- Origin: Whakatāne, New Zealand
- Genres: Reggae, dub, rock, funk, electronic
- Years active: 1991–2013, 2016–present
- Members: Francis Kora Stuart Kora Daniel McGruer Richie Allan Darren Mathiassen Marika Hodgson Karlos Tunks
- Past members: Laughton Kora Brad Kora

= Kora (band) =

New Zealand music group

Kora is a New Zealand music group originally formed by four brothers from the Kora family in Whakatāne. The band is known for its eclectic fusion of reggae, dub, rock, funk, and electronic elements, and is regarded as one of Aotearoa’s most dynamic live acts.

== History ==

=== Early years and breakthrough ===
Kora was formed in the early 1990s by brothers Laughton, Francis, Stuart, and Brad Kora. The group started by performing locally and built an early following with their live shows that blended rhythmic reggae grooves with rock and dub styles. Their first widely released recording was the Volume EP in 2004, which reached platinum status in New Zealand.

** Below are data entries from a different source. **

"""The canonical text of a file, some thousand cards at a time.

No file is held twice: a block is made when it is read, and again when somebody asks for one of its
cards. Blocks begin where cards begin, so that none of them needs another to be understood.
"""

from __future__ import annotations

import re
from bisect import bisect_right
from collections import OrderedDict
from functools import cached_property
from typing import TYPE_CHECKING, Final, NamedTuple

from evenstage.netlist.reading.canonical import canonical

if TYPE_CHECKING:
    from evenstage.source import SourceText

#: Bytes of a block: large enough for array work to pay, small enough for the processor's cache.
_SIZE: Final = 1 << 16
_KEPT: Final = 16
#: Before a line that is neither comment nor continuation.
_CUT = re.compile(rb"[\r\n][\x00-\x09\x0b\x0c\x0e-\x20]*+(?=[A-Za-z.])")


class Block(NamedTuple):
    """Canonical text of the bytes from ``start`` on."""

    start: int
    text: bytes


class Blocks:
    """The canonical text of one file.

    Parameters
    ----------
    source : SourceText
        The file.
    """

    def __init__(self, source: SourceText) -> None:
        self.source = source
        self._starts: list[int] = []
        self._ends: list[int] = []
        self._recent: OrderedDict[int, Block] = OrderedDict()

    def at(self, position: int) -> Block:
        """Return the block that holds a position.

        Where none does yet, one is cut that begins with the position's line.
        """
        index = bisect_right(self._starts, position) - 1
        if index < 0 or position >= self._ends[index]:
            index = self._cut(position)
        start, end = self._starts[index], self._ends[index]
        block = self._recent.get(start)
        if block is None:
            block = self._recent[start] = Block(start, canonical(self.source.data[start:end]))
            if len(self._recent) > _KEPT:
                self._recent.popitem(last=False)
        return block

    def _cut(self, position: int) -> int:
        """Add a block; return its index."""
        data = self.source.data
        index = bisect_right(self._starts, position)
        floor = self._ends[index - 1] if index else 0
        line = max(data.rfind(b"\n", floor, position), data.rfind(b"\r", floor, position)) + 1
        start = position if line == 0 else line
        cut = _CUT.search(data, position + _SIZE)
        end = len(data) if cut is None else cut.end()
        if index < len(self._starts):
            end = min(end, self._starts[index])
        self._starts.insert(index, start)
        self._ends.insert(index, end)
        return index

    @cached_property
    def whole(self) -> bytes:
        """The canonical text of all of it, for files whose sections must be found first."""
        return canonical(self.source.data)
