Eight-bit ripple adder, carry chain of AOI and OAI gates in turn
* An invented design, made up for evenstage; it belongs to no product and no process.
*
* The carry changes polarity from bit to bit, so no inverter stands in its way:
*   even bit, carry true:        con = !(g + p ci)      AOI21, g = a b, p = a + b
*   odd bit, carry complemented: co  = !(gn (pn + cin)) OAI21, gn = !(a b), pn = !(a + b)
* Sums are AOI/OAI gates too. An even and an odd bit make a pair; the adder is four of these.
*
* Every cell takes its drive strength k; 1 is 0.5 um of nMOS.

.param wn='0.5u' wp='1.1u' lg=0.13u

.subckt inv a y vdd vss  k=1
mn y a vss vss nch w='wn*k' l=lg
mp y a vdd vdd pch w='wp*k' l=lg
.ends inv

.subckt nand2 a b y vdd vss  k=1
mn1 y a x   vss nch w='2*wn*k' l=lg
mn2 x b vss vss nch w='2*wn*k' l=lg
mp1 y a vdd vdd pch w='wp*k' l=lg
mp2 y b vdd vdd pch w='wp*k' l=lg
.ends nand2

.subckt nor2 a b y vdd vss  k=1
mn1 y a vss vss nch w='wn*k' l=lg
mn2 y b vss vss nch w='wn*k' l=lg
mp1 x a vdd vdd pch w='2*wp*k' l=lg
mp2 y b x   vdd pch w='2*wp*k' l=lg
.ends nor2

* y = !(a b + c); c stands next to the output, where the late signal belongs
.subckt aoi21 a b c y vdd vss  k=1
mn1 y a x   vss nch w='2*wn*k' l=lg
mn2 x b vss vss nch w='2*wn*k' l=lg
mn3 y c vss vss nch w='wn*k' l=lg
mp1 z a vdd vdd pch w='2*wp*k' l=lg
mp2 z b vdd vdd pch w='2*wp*k' l=lg
mp3 y c z   vdd pch w='2*wp*k' l=lg
.ends aoi21

* y = !((a + b) c)
.subckt oai21 a b c y vdd vss  k=1
mn1 x a vss vss nch w='2*wn*k' l=lg
mn2 x b vss vss nch w='2*wn*k' l=lg
mn3 y c x   vss nch w='2*wn*k' l=lg
mp1 z a vdd vdd pch w='2*wp*k' l=lg
mp2 y b z   vdd pch w='2*wp*k' l=lg
mp3 y c vdd vdd pch w='wp*k' l=lg
.ends oai21

* carry in true, carry out complemented
.subckt evenbit a b ci con s vdd vss
xgn a b gn vdd vss nand2 k=1
xpn a b pn vdd vss nor2 k=1
xg gn g vdd vss inv k=1
xp pn p vdd vss inv k=1
xcarry ci p g con vdd vss aoi21 k=1
xx a b pn x vdd vss aoi21 k=1            $ x = a xor b
xn x ci n vdd vss nor2 k=3               $ sum, s = x xor ci; three times what it needs
xs x ci n s vdd vss aoi21 k=3
.ends evenbit

* carry in complemented, carry out true
.subckt oddbit a b cin co s vdd vss
xgn a b gn vdd vss nand2 k=1
xpn a b pn vdd vss nor2 k=1
xcarry cin pn gn co vdd vss oai21 k=1
xx a b pn x vdd vss aoi21 k=1
xn x cin n vdd vss nand2 k=3             $ sum, s = !(x xor cin)
xs x cin n s vdd vss oai21 k=3
.ends oddbit

.subckt pair a<0> b<0> a<1> b<1> ci co s<0> s<1> vdd vss
xeven a<0> b<0> ci cn s<0> vdd vss evenbit
xodd  a<1> b<1> cn co s<1> vdd vss oddbit
cn cn vss 1.2f
co co vss 1.2f
.ends pair

.subckt add8
+ a<0> a<1> a<2> a<3> a<4> a<5> a<6> a<7>
+ b<0> b<1> b<2> b<3> b<4> b<5> b<6> b<7>
+ cin
+ s<0> s<1> s<2> s<3> s<4> s<5> s<6> s<7>
+ cout
+ vdd vss
xp0 a<0> b<0> a<1> b<1> cin c2 s<0> s<1> vdd vss pair
xp1 a<2> b<2> a<3> b<3> c2 c4 s<2> s<3> vdd vss pair
xp2 a<4> b<4> a<5> b<5> c4 c6 s<4> s<5> vdd vss pair
xp3 a<6> b<6> a<7> b<7> c6 c8 s<6> s<7> vdd vss pair
* carry out is buffered for the neighbour
xo1 c8 c8n vdd vss inv k=1
xo2 c8n cout vdd vss inv k=2
.ends add8
.end
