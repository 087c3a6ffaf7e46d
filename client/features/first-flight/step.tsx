import { useId, type ReactNode } from 'react';
import { cn } from '#client/lib/cn.ts';

interface StepProps {
  title: string;
  /** how far it has come, beside the title */
  state?: string;
  className?: string;
  children: ReactNode;
}

/** One step of the field day, under a rule. */
export function Step({ title, state, className, children }: StepProps) {
  const id = useId();
  return (
    <section aria-labelledby={id} className={cn('mt-6 border-t border-rule pt-5', className)}>
      <h2 id={id} className="text-heading font-semibold">
        {title}
        {state && <span className="ml-2 text-note font-normal text-graphite">{state}</span>}
      </h2>
      {children}
    </section>
  );
}
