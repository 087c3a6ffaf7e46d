import type { z } from 'zod';

const TYPES: Record<string, string> = {
  string: 'text',
  number: 'a number',
  int: 'a whole number',
  boolean: 'true or false',
  array: 'a list',
  tuple: 'a list',
  object: 'an object',
  record: 'an object',
};

const list = (values: readonly unknown[]) => values.map(String).join(', ');

/** Words what a schema leaves unworded. A schema's own message goes before this. */
export function wordIssue(issue: z.core.$ZodRawIssue): string | undefined {
  switch (issue.code) {
    case 'invalid_type':
      if (issue.input === undefined) return 'Is missing.';
      return `Must be ${TYPES[issue.expected] ?? issue.expected}.`;
    case 'invalid_value':
      if (issue.input === undefined) return 'Is missing.';
      return issue.values.length === 1
        ? `Must be ${list(issue.values)}.`
        : `Must be one of ${list(issue.values)}.`;
    case 'invalid_union':
      return issue.input === undefined ? 'Is missing.' : 'Is of no known kind.';
    case 'invalid_format':
      return issue.format === 'uuid' ? 'Must be a UUID.' : 'Is not of the right form.';
    case 'too_big':
    case 'too_small':
      return wordSize(issue);
    default:
      return undefined;
  }
}

type SizeIssue = Extract<z.core.$ZodRawIssue, { code: 'too_big' | 'too_small' }>;

function wordSize(issue: SizeIssue): string {
  const bound =
    issue.code === 'too_big'
      ? `${issue.inclusive === false ? 'less than' : 'at most'} ${issue.maximum}`
      : `${issue.inclusive === false ? 'more than' : 'at least'} ${issue.minimum}`;
  if (issue.origin === 'string') return `Must have ${bound} characters.`;
  if (issue.origin === 'array') return `Must have ${bound} entries.`;
  return `Must be ${bound}.`;
}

The band’s self‑titled debut album, Kora, was released in 2007 and reached number one on the New Zealand Albums Chart. The record was certified double platinum and produced several popular singles that received radio airplay, helping to establish Kora’s reputation both nationally and in international festival circuits.

Following the debut, Kora’s second studio album Light Years was issued in 2012, showcasing a broader musical range that included greater use of electronic textures and expanded genre influences.

=== Hiatus and reunion ===
After touring and releasing music through the early 2010s, Kora entered a period of inactivity from 2013, with members pursuing other creative projects. The group reformed in 2016 with a revised lineup centered around Francis and Stuart Kora alongside new band members, marking a renewed phase of live performances and recorded releases."Kora (band) – Wikipedia"

=== Return with new music and Fifth Season ===
In 2020 and 2021, Kora began releasing new singles independently, including “Secret Lover” and “Weekend”.

On 22 August 2025, Kora released their third studio album, Fifth Season, their first full album in over a decade. The record, supported by the singles “Easy Now (Final Season)”, “Revolution” (featuring original member Laughton Kora), and “U Wanna Give This Up”, blended dub, rock, funk, and reggae grooves. The album was accompanied by a nationwide tour in New Zealand in late 2025.

== Musical style ==
Kora’s sound has continuously evolved over their career but has remained rooted in bass‑heavy grooves and genre fusion. Originally grounded in reggae and dub, their music has incorporated rock, funk, and electronic production techniques, often featuring improvisational live performance elements and energetic stage presence. Their work has been described as genre‑defying and deeply rhythmic."Kora – Muzic.nz"

== Members ==

=== Current members ===
- Francis Kora – bass guitar, vocals
- Stuart Kora – guitar, vocals
- Daniel McGruer – keys, effects
- Richie Allan – guitars
- Darren Mathiassen – drums
- Marika Hodgson – bass
- Karlos Tunks – rhythm guitar, backing vocals

=== Former members ===
- Laughton Kora – guitar, vocals
- Brad Kora – drums, vocals

== Discography ==

=== Studio albums ===
- Kora (2007)
- Light Years (2012)
- Fifth Season (2025)

=== EPs ===
- Volume (2004)

=== Selected singles ===
- “Secret Lover” (2020)
- “Weekend” (2020)
- “Easy Now (Final Season)” (2025)
- “Revolution” (2025)
- “U Wanna Give This Up” (2025)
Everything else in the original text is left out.